T follicular helper (Tfh) cells are crucially involved in the pathogenesis of autoimmune disorders, including Sjögren’s syndrome (SS, also known as Sjögren’s disease), by promoting effector B cell responses. However, targeting Tfh cells remains challenging. In this presentation, we will bring our recent findings in the regulation of Tfh cell, which were highly conserved between humans and mice. 

First, we investigated the role of a scaffold protein caveolin-1 (Cav-1) in disease development and effector T cell dysregulation. Cav-1 deficiency in hematopoietic origin exacerbated mice with experimental SS (ESS). pathology and humoral autoimmunity, together with enhanced Tfh cell responses, while Th17 cells were unaffected. Cav-1-/- Tfh cells exhibited increased motility and follicular localization. RNA-seq revealed impaired peroxisome proliferator-activated receptor alpha (PPARα) pathway in the absence of Cav-1. PPARα served as a downstream transcription factor of Cav-1, which rapidly repressed Icos transcription upon Tfh polarization, interestingly, independent of lipid metabolism. Notably, pharmaceutical activation of PPARα with fenofibrate could suppress human and murine Tfh cells in culture, in ESS mice and in humanized SS mice. 

Second, we turn to bioinformatic analysis of ethnopharmacological treatment in the clinical practice, and identified that calycosin (Caly), a natural flavonoid, effectively suppressed pathogenic Tfh cell responses. Mechanistic studies suggested that Caly served as a First-in-Class inhibitor of the master transcription factor, BATF, in both human and murine CD4+ T cells. Although methotrexate (MTX) is widely used as the first-line medication in the treatment of autoimmune disorders, it mainly suppresses B cell responses but fails to target Tfh cells. Notably, MTX synergized with Caly and significantly attenuated the disease pathology in ESS mice with chronic inflammation, showing signs of disease remission. This synergistic effect was also supported in PBMCs from patients with SS, and further validated in HIS-ESS mice.
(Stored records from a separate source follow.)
use clampwise_core::table::Table2;
use clampwise_core::units::{Metres, NewtonMetres, Newtons, RadPerSec, Ratio};
use fixed::types::I8F24;
use fixed::types::extra::{U8, U24, U30};

use crate::adc::{FULL_SCALE, NEGATIVE_FULL_SCALE};
use crate::app::{Inputs, Outcome, Processor, Reading};
use crate::line::Line;

/// ADC gain in newtons per count (I8F24: up to 128 N/count, resolution 6·10⁻⁸ N/count).
pub type Gain = I8F24;

bitflags::bitflags! {
    /// Conditions of one interim step.
    #[derive(Clone, Copy, Debug, PartialEq, Eq)]
    pub struct Flags: u16 {
        /// No channel gave a clean reading: no clamp force this sample.
        const FORCE_LOST = 1 << 0;
        /// At least one channel (not all) failed.
        const CHANNEL_FAULT = 1 << 1;
        /// The radius lookup lay outside the table's breakpoints (edge value used).
        const TABLE_CLAMPED = 1 << 2;
        /// An arithmetic result saturated.
        const SATURATED = 1 << 3;
        /// The shaft speeds could not be read.
        const SPEED_MISSING = 1 << 4;
    }
}

/// Why a [`ForceRadius`] configuration was rejected.
#[derive(Clone, Copy, Debug, PartialEq, Eq)]
#[non_exhaustive]
pub enum ForceRadiusError {
    /// `gains[channel]` is not positive.
    GainNotPositive {
        /// Channel index.
        channel: usize,
    },
    /// `offsets[channel]` is outside the signed 24-bit range.
    OffsetOutOfRange {
        /// Channel index.
        channel: usize,
    },
    /// `bedding` is outside 0..=1.
    BeddingOutOfRange,
}

impl fmt::Display for ForceRadiusError {
    fn fmt(&self, f: &mut fmt::Formatter<'_>) -> fmt::Result {
        match self {
            Self::GainNotPositive { channel } => {
                write!(f, "gain_n_per_count[{channel}] must be positive")
            }
            Self::OffsetOutOfRange { channel } => {
                write!(
                    f,
                    "offset_counts[{channel}] is outside the signed 24-bit ADC range"
                )
            }
            Self::BeddingOutOfRange => write!(f, "bedding must lie in 0..=1"),
        }
    }
}
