def test_action_delay_keeps_a_copy_of_each_action():
    inner = ActionRecorder()
    env = ActionDelay(inner, steps=1)
    env.reset(seed=0)
    buffer = np.array([0.4, 0.4], np.float32)
    env.step(buffer)
    buffer[:] = -1.0  # the caller reuses its buffer
    env.step(buffer)
    np.testing.assert_allclose(inner.received[1], [0.4, 0.4], rtol=1e-6)


def test_action_delay_matches_pendulum_fed_the_shifted_actions():
    steps = 3
    actions = pendulum_actions(40)
    delayed_obs, delayed_rewards = rollout(ActionDelay(pendulum(), steps=steps), 8, actions)
    shifted = np.concatenate([np.zeros((steps, 1), np.float32), actions[:-steps]])
    plain_obs, plain_rewards = rollout(pendulum(), 8, shifted)
    np.testing.assert_array_equal(delayed_obs, plain_obs)
    np.testing.assert_array_equal(delayed_rewards, plain_rewards)


def test_action_delay_state_dict_restores_the_queue():
    original_inner = ActionRecorder()
    original = ActionDelay(original_inner, steps=2)
    original.reset(seed=0)
    for t in range(3):
        original.step(np.array([0.1 * t, 0.2], np.float32))
    saved = original.state_dict()
    assert saved["pending_actions"].shape == (2, 2)

    resumed_inner = ActionRecorder()
    resumed = ActionDelay(resumed_inner, steps=2)
    resumed.reset(seed=0)
    resumed.load_state_dict(copy.deepcopy(saved))
    for env in (original, resumed):
        for t in range(2):
            env.step(np.array([0.9, -0.1 * t], np.float32))
    np.testing.assert_array_equal(
        np.stack(resumed_inner.received), np.stack(original_inner.received[-2:])
    )


# --------------------------------------------------------------------------- rebuilding


REBUILD_CASES = {
    **{name: {name: PENDULUM_SETTINGS[name]} for name in PERTURBATION_ORDER},
    "numpy_inputs": {
        "obs_bias": {"bias": np.array([0.1, -0.2, 0.3], dtype=np.float32)},
        "obs_noise": {"std": np.float64(0.03), "bound_margin_stds": np.float32(4.0)},
        "action_gain": {"gain": np.array([0.7])},
        "action_delay": {"steps": np.int64(1), "hold": np.array([0.25], dtype=np.float32)},
    },
    "all": PENDULUM_SETTINGS,
}


@pytest.mark.parametrize("case", list(REBUILD_CASES))
def test_recorded_constructor_args_rebuild_an_identical_env(case):
    original = apply_perturbations(pendulum(), REBUILD_CASES[case])
    description = describe_wrappers(original)
    json.dumps(description)  # provenance must be JSON-serialisable
    rebuilt = [
        gym.make(original.spec),  # gymnasium's own rebuild path via WrapperSpec kwargs
        gym.make(EnvSpec.from_json(original.spec.to_json())),
        apply_perturbations(pendulum(), {e["name"]: e["kwargs"] for e in description}),
    ]
    actions = pendulum_actions(50)
    expected_obs, expected_rewards = rollout(original, 13, actions)
    for env in rebuilt:
        assert describe_wrappers(env) == description
        assert env.observation_space == original.observation_space
        obs, rewards = rollout(env, 13, actions)
        np.testing.assert_array_equal(obs, expected_obs)
        np.testing.assert_array_equal(rewards, expected_rewards)


def test_describe_wrappers_lists_outermost_first_and_spec_order_does_not_matter():
    forward = apply_perturbations(pendulum(), PENDULUM_SETTINGS)
    backward = apply_perturbations(pendulum(), dict(reversed(list(PENDULUM_SETTINGS.items()))))
    description = describe_wrappers(forward)
    assert [e["name"] for e in description] == list(reversed(PERTURBATION_ORDER))
    assert description == describe_wrappers(backward)
    assert description[0] == {"name": "action_delay", "kwargs": {"steps": 2, "hold": None}}
    assert describe_wrappers(pendulum()) == []
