"""Invented demo cohort: a fictional clinic of a dozen patients with brain metastases.

All data are made up by a seeded generator; no real patient contributed anything. Lesion
volumes follow the power law dV/dt = alpha * V^beta (V in mm^3, t in days) piece by piece:
untreated growth (beta 1.2-1.8), decline after treatment, regrowth after a nadir (beta < 1), a
treatment-effect enlargement (beta 2-3, ending well before its finite-time singularity), a split,
a merge, a new lesion, a lesion that vanishes and comes back, sessions on different voxel grids
(oblique and flipped storage included) and one truncated file. ``truth.json`` records what the
pipeline should find. Research use only: :data:`pipeline.DISCLAIMER`.
"""
from __future__ import annotations

import datetime as dt
import json
import os
from concurrent.futures import ThreadPoolExecutor
from dataclasses import dataclass
from pathlib import Path

import numpy as np
import pandas as pd

from pipeline import DISCLAIMER
from pipeline.demo import shapes as synth
from pipeline.demo.stories import (DETECTION_LIMIT_MM3, GAP_MM, MAX_VOLUME_MM3, MIN_DRAWN_MM3,
                                   STORIES, LesionPlan, SubjectPlan)
from pipeline.errors import UsageError
from pipeline.io.tsv import atomic_path, write_table

MANIFEST_COLUMNS = ("subject", "session", "mask", "image", "date", "group", "labels")
EVENT_COLUMNS = ("subject", "date", "event", "lesion")
OUTCOME_COLUMNS = ("subject", "lesion", "outcome")
OUTCOMES = ("local-control", "progression")
AUC_BAND = (0.70, 0.80)        # cohort ROC AUC of untreated beta vs outcome the draw aims at

#: Columns of the demo's input tables (BIDS sidecar style).
COLUMNS: dict[str, dict] = {
    "subject": {"Description": "Invented subject label (no prefix)"},
    "session": {"Description": "Session label (no prefix), in time order"},
    "mask": {"Description": "Lesion label mask, path relative to the manifest folder"},
    "image": {"Description": "Invented T1w-like image on the mask's grid, relative path"},
    "date": {"Description": "Invented ISO 8601 date of the session or event"},
    "group": {"Description": "Invented treatment arm",
              "Levels": {"arm-A": "invented arm A", "arm-B": "invented arm B"}},
    "labels": {"Description": "Mask values that count as lesion (1 enhancing rim, 3 necrotic "
                              "core; 2 is edema, left out); n/a: every non-zero value"},
    "event": {"Description": "Treatment event",
              "Levels": {"radiosurgery": "stereotactic radiosurgery",
                         "chemotherapy": "systemic treatment (all lesions)",
                         "resection": "surgical resection"}},
    "lesion": {"Description": "Lesion id (numbered by first appearance, ties by larger "
                              "volume); n/a: all lesions of the subject"},
    "outcome": {"Description": "Invented lesion outcome",
                "Levels": {"local-control": "no local progression",
                           "progression": "local progression"}},
}


# ------------------------------------------------------------------ building one subject
def build_subject(index: int, *, seed: int) -> SubjectPlan:
    """Plan subject ``index`` (0-based): story, days, grids, lesion shapes and places.

    Depends only on ``seed`` and ``index`` (``numpy.random.default_rng([seed, index])``).

    >>> plan = build_subject(3, seed=7)
    >>> plan.subject, plan.story, len(plan.days), sorted(plan.lesion_ids().values())
    ('C04', 'merge', 6, [1, 2, 3])
    """
    rng = np.random.default_rng([seed, index])
    story = STORIES[index % len(STORIES)]
    days, lesions, events, opts = story(rng)
    start = dt.date(2023, 1, 2) + dt.timedelta(days=int(rng.integers(0, 600)))
    grids = _grids(rng, index, len(days), opts.get("geometry", "mixed"))
    for les in lesions:
        aspect = (1.0, float(rng.uniform(0.75, 1.0)), float(rng.uniform(0.7, 1.0)))
        les.aspect = les.aspect or aspect
        les.rotation = synth.random_rotation(rng)
        les.shear = synth.random_shear(rng)
        direction = rng.standard_normal(3)
        les.direction = direction / np.linalg.norm(direction)
    plan = SubjectPlan(index=index, subject=f"C{index + 1:02d}",
                       group=("arm-A", "arm-B")[index % 2], story=story.__name__.strip("_"),
                       days=days, grids=grids, lesions=lesions, events=events,
                       multilabel=opts["multilabel"],
                       broken_session=len(days) - 1 if opts.get("broken") else None,
                       start_date=start, response=tuple(opts.get("response", ())))
    _place(rng, plan)
    _validate(plan)
    return plan
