"""Inputs: BIDS derivatives discovery (BIDS specification), NRRD/MetaImage through SimpleITK, and
header text fields never reaching an output."""
from __future__ import annotations

import gzip
import os

import nibabel as nib
import numpy as np
import pytest
import SimpleITK as sitk

from nifti_helpers import oblique_affine, random_blobs, save_mask
from pipeline.cli import main
from pipeline.inputs.manifest import discover_bids, read_inputs
from pipeline.io.nifti import load_mask
from pipeline.geometry import ras_to_itk_geometry
from pipeline.io.tsv import read_table
from pipeline.volumes.components import component_table

BLOB = np.zeros((10, 10, 6), np.uint8)
BLOB[3:6, 3:6, 2:4] = 1


def bids_tree(root, sessions_rows, *, prefix_in_tsv=True, extra_masks=()):
    """sub-01 with ses-1 and ses-2 masks and a sessions.tsv (BIDS: session_id, acq_time)."""
    anat = {}
    for ses in ("1", "2"):
        folder = root / "sub-01" / f"ses-{ses}" / "anat"
        folder.mkdir(parents=True)
        anat[ses] = folder
        save_mask(folder / f"sub-01_ses-{ses}_desc-lesion_mask.nii.gz", BLOB, np.eye(4))
    for ses, desc in extra_masks:
        save_mask(anat[ses] / f"sub-01_ses-{ses}_desc-{desc}_mask.nii.gz", BLOB, np.eye(4))
    if sessions_rows is not None:
        lines = ["session_id\tacq_time"] + [
            f"{'ses-' if prefix_in_tsv else ''}{s}\t{t}" for s, t in sessions_rows]
        (root / "sub-01" / "sub-01_sessions.tsv").write_text("\n".join(lines) + "\n")
    return root


@pytest.mark.parametrize("prefix", [True, False])
def test_bids_sessions_with_or_without_prefix_and_pre_1925_dates(tmp_path, prefix):
    # Reference: BIDS specification - sessions.tsv session_id (with the ses- prefix in the spec's
    # example) and acq_time; de-identified datasets shift dates to 1925 or earlier.
    root = bids_tree(tmp_path, [("1", "1867-06-15T13:45:30"), ("2", "1867-08-14T13:45:30")],
                     prefix_in_tsv=prefix)
    scans = discover_bids(root)
    assert [(s.subject, s.session, s.day, s.error) for s in scans] == [
        ("01", "1", 0.0, ""), ("01", "2", 60.0, "")]
    assert scans[0].mask == "sub-01/ses-1/anat/sub-01_ses-1_desc-lesion_mask.nii.gz"


def test_bids_without_sessions_tsv_is_an_error_per_session(tmp_path, capsys):
    root = bids_tree(tmp_path / "bids", None)
    code = main(["volumes", str(root), "-o", str(tmp_path / "out")])
    assert code == 1
    errors = read_table(tmp_path / "out" / "errors.tsv")
    assert len(errors) == 2 and errors.reason.str.contains("sessions.tsv").all()


def test_bids_several_masks_use_desc_or_fail(tmp_path):
    root = bids_tree(tmp_path / "bids", [("1", "2020-01-01"), ("2", "2020-02-01")],
                     extra_masks=[("1", "manual")])
    scans = discover_bids(root)
    assert all(not s.error for s in scans)            # desc-lesion chosen by default
    scans = discover_bids(root, desc="manual")
    assert not scans[0].error and "desc-manual" in scans[0].mask
    scans = discover_bids(root, desc="auto")            # neither file is desc-auto
    assert "several masks" in scans[0].error and "sub-01_ses-1_desc-manual" in scans[0].error
    assert not scans[1].error                            # ses-2 has a single mask


def test_manifest_bids_same_result(tmp_path):
    root = bids_tree(tmp_path / "bids", [("1", "2020-01-01"), ("2", "2020-02-01")])
    manifest = tmp_path / "m.tsv"
    manifest.write_text("subject\tsession\tmask\tdate\n" + "".join(
        f"01\t{s}\tbids/sub-01/ses-{s}/anat/sub-01_ses-{s}_desc-lesion_mask.nii.gz\t2020-0{s}-01\n"
        for s in ("1", "2")))
    a, kind_a = read_inputs(manifest)
    b, kind_b = read_inputs(root)
    assert (kind_a, kind_b) == ("manifest", "bids")
    assert [(s.subject, s.session, s.day) for s in a] == [(s.subject, s.session, s.day) for s in b]


@pytest.mark.parametrize("suffix", [".nrrd", ".mha", ".mhd"])
def test_itk_formats_give_the_nifti_result(tmp_path, suffix):
    # Reference: SimpleITK writes the same array and geometry (LPS) that nibabel writes as NIfTI
    # (RAS); both files must give identical lesion tables.
    data, affine = random_blobs(seed=4), oblique_affine()
    nifti = save_mask(tmp_path / "m.nii.gz", data, affine)
    image = sitk.GetImageFromArray(data.transpose(2, 1, 0).copy())
    origin, spacing, direction = ras_to_itk_geometry(affine)
    image.SetOrigin(origin)
    image.SetSpacing(spacing)
    image.SetDirection(direction)
    sitk.WriteImage(image, str(tmp_path / f"m{suffix}"))
    a, b = load_mask(nifti), load_mask(tmp_path / f"m{suffix}")
    np.testing.assert_allclose(b.affine, a.affine, atol=1e-6)
    ta, _, _ = component_table(a.data, a.affine)
    tb, _, _ = component_table(b.data, b.affine)
    np.testing.assert_allclose(ta.to_numpy(float), tb.to_numpy(float), atol=1e-6)


def test_header_text_fields_never_reach_outputs(tmp_path):
    # Common practice (PHI hygiene): descrip/aux_file/intent_name/db_name and extensions can hold
    # identifiers; outputs are built from geometry only.
    secret = "Doe^Jane 1970-01-01"
    image = nib.Nifti1Image(BLOB, np.eye(4))
    image.set_qform(np.eye(4), 1)
    image.header["descrip"] = secret.encode()
    image.header["aux_file"] = b"MRN12345"
    image.header["intent_name"] = b"MRN12345"
    image.header.extensions.append(nib.nifti1.Nifti1Extension("comment", secret.encode()))
    for n in (1, 2):
        nib.save(image, str(tmp_path / f"m{n}.nii.gz"))
    (tmp_path / "m.tsv").write_text("subject\tsession\tmask\tdate\n"
                                    "S\t1\tm1.nii.gz\t2020-01-01\nS\t2\tm2.nii.gz\t2020-02-01\n")
    assert main(["run", str(tmp_path / "m.tsv"), "-o", str(tmp_path / "out"), "-q"]) == 0
    for folder, _, files in os.walk(tmp_path / "out"):
        for name in files:
            raw = open(os.path.join(folder, name), "rb").read()
            if name.endswith(".gz"):
                raw = gzip.decompress(raw)
            assert b"Doe^Jane" not in raw and b"MRN12345" not in raw, name


def test_absolute_manifest_paths_stay_out_of_tables(tmp_path):
    # Issue rule: outputs never hold absolute machine paths except provenance.json (as given).
    (tmp_path / "in").mkdir()
    save_mask(tmp_path / "in" / "a.nii.gz", BLOB, np.eye(4))
    (tmp_path / "in" / "m.tsv").write_text(
        "subject\tsession\tmask\tdate\n"
        f"S\t1\t{tmp_path / 'in' / 'a.nii.gz'}\t2020-01-01\n"
        f"S\t2\t{tmp_path / 'in' / 'gone.nii.gz'}\t2020-02-01\n")
    assert main(["run", str(tmp_path / "in" / "m.tsv"), "-o", str(tmp_path / "out"), "-q"]) == 1
    for path in (tmp_path / "out").glob("*"):
        if path.is_file() and path.name != "provenance.json":
            assert str(tmp_path) not in path.read_text(errors="ignore"), path.name
    assert str(tmp_path / "in" / "a.nii.gz") in (tmp_path / "out" / "provenance.json").read_text()
    assert read_table(tmp_path / "out" / "errors.tsv").reason[0].startswith("gone.nii.gz:")


def test_a_subject_with_two_groups_is_refused_in_one_line(tmp_path):
    # Reference: README (bad input): ambiguous rows are refused whole; a subject belongs to one
    # group (common practice: a treatment arm is a property of the patient).
    (tmp_path / "m.tsv").write_text("subject\tsession\tmask\tday\tgroup\n"
                                    "A\t1\ta1.nii.gz\t0\tarm-1\nA\t2\ta2.nii.gz\t30\tarm-2\n"
                                    "B\t1\tb1.nii.gz\t0\tarm-1\nB\t2\tb2.nii.gz\t30\tarm-1\n")
    scans, _ = read_inputs(tmp_path / "m.tsv")
    errors = {s.key: s.error for s in scans}
    assert errors[("B", "1")] == errors[("B", "2")] == ""
    for session in ("1", "2"):
        assert "subject A has different groups in its rows ('arm-1', 'arm-2')" in \
            errors[("A", session)] and "\n" not in errors[("A", session)]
Dr. Xiang Lin is an Assistant Professor and Assistant Director in the School of Chinese Medicine at The University of Hong Kong (HKU), as well as an affiliated investigator at the State Key Laboratory of Pharmaceutical Biotechnology.

For over 12 years, Dr. Lin has dedicated his research to understanding the immunopathogenesis of Sjögren’s disease (SjD) and developing novel therapeutic strategies. His contributions include: 1) Developing an inducible mouse model of experimental SjD, which has been instrumental in uncovering the critical roles of immune mediators such as Th17 cells, T follicular helper (Tfh) cells, regulatory B (Breg) cells, and myeloid-derived suppressor cells (MDSCs); 2) Extending this research into a novel humanized mouse model, demonstrating the therapeutic potential of anti-IL-17 therapy for SjD; 3) Discovering and patenting multiple drug candidates derived from medicinal herbs, including flavonoid phenolic compounds that effectively inhibit Tfh cells and synergize with methotrexate in both mouse models and human immune cells from SjD patients. Together, Dr. Lin’s work not only advances the understanding of SjD pathogenesis but also establishes a robust drug screening platform for future therapeutics, offering new hope for patients with this challenging autoimmune disorder.